Je ne pense pas non. Il y certes une tendance à la libéralisation en Europe, qui est poussée notamment par la commission européenne, mais la France n'est nullement dans une situation isolée à cet égard, puisque 13 Etats membres de l'Union ont choisi d'imposer, pour des raisons de santé publique, des restrictions à la propriété du capital des officines. Ainsi, pour 67,5% des pharmacies en Europe, la propriété du capital reste majoritairement réservée aux pharmaciens. Je ne pense pas qu'il y ait là une évolution inéluctable. Certains Etats européens sont d'ailleurs revenus sur leurs pas face aux dérives constatées. C'est le cas de plusieurs pays de l'Est (Bulgarie, Lettonie) qui, après une libéralisation brutale à la chute du communisme, ont récemment réintroduit la réserve de la propriété des officines aux pharmaciens. Au sein même des institutions européennes, les avis sont d'ailleurs partagés: à la Commission européenne, entre les directions générales chargées de la santé publique et celle chargée du marché intérieur; au parlement européen, 175 députés européens ont signé une déclaration écrite afin de protester contre ces évolutions jugées dangereuses.

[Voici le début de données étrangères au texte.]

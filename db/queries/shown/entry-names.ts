import type { EntryName } from "@/lib/domain/designs/entry-token";
import type { Handle } from "../../client/connect";

export type NamedEntry = EntryName & { entryId: string; name: string; seasonTitle: string };

const columns = {
  entryId: "entry_id",
  slug: "design_slug",
  name: "design_name",
  letter: "revision_letter",
  seasonSlug: "season_slug",
  seasonTitle: "season_title",
} as const;

/** Public entries by their names in addresses; any order, what isn't public left out. */
export async function entriesByNames(db: Handle, { names }: { names: readonly EntryName[] }): Promise<NamedEntry[]> {
  if (names.length === 0) return [];
  return db("shown.entry")
    .whereIn(
      ["design_slug", "revision_letter", "season_slug"],
      names.map(({ slug, letter, seasonSlug }) => [slug, letter, seasonSlug]),
    )
    .select(columns);
}

/** Public entries by id, with their names in addresses; any order, what isn't public left out. */
export async function namesOfEntries(db: Handle, { entryIds }: { entryIds: readonly string[] }): Promise<NamedEntry[]> {
  if (entryIds.length === 0) return [];
  return db("shown.entry")
    .whereIn("entry_id", [...entryIds])
    .select(columns);
}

Notre modèle devra certes évoluer, et la profession est demandeuse de ces évolutions. Mais ces évolutions devront garantir l'indépendance du professionnel de santé et la maîtrise de son outil de travail. Nous sommes donc favorables à une ouverture du capital des sociétés de professionnels libéraux entre professionnels libéraux.

Redoutez-vous l’exemple de l’Allemagne, où exerce notamment DocMorris ?

En Allemagne, la propriété du capital est également exclusivement réservée aux pharmaciens.
Le cas Doc Morris pose une autre question d'importance majeure: celle de la vente de médicaments par internet. En France, la jurisprudence Doc Morris n'a pas encore été transposée en droit interne. Toutefois, il nous a paru nécessaire de développer un site de commande sécurisé, relié à des pharmacies réelles, afin que les internautes puissent ne pas avoir recours nécessairement à des sites illicites proposant souvent des médicaments contrefaits. On estime en effet que la moitié des médicaments offerts sur internet sont contrefaits. L'Ordre travaille ainsi, avec le ministère de la santé et l'Afssaps, à l'élaboration d’un tel portail.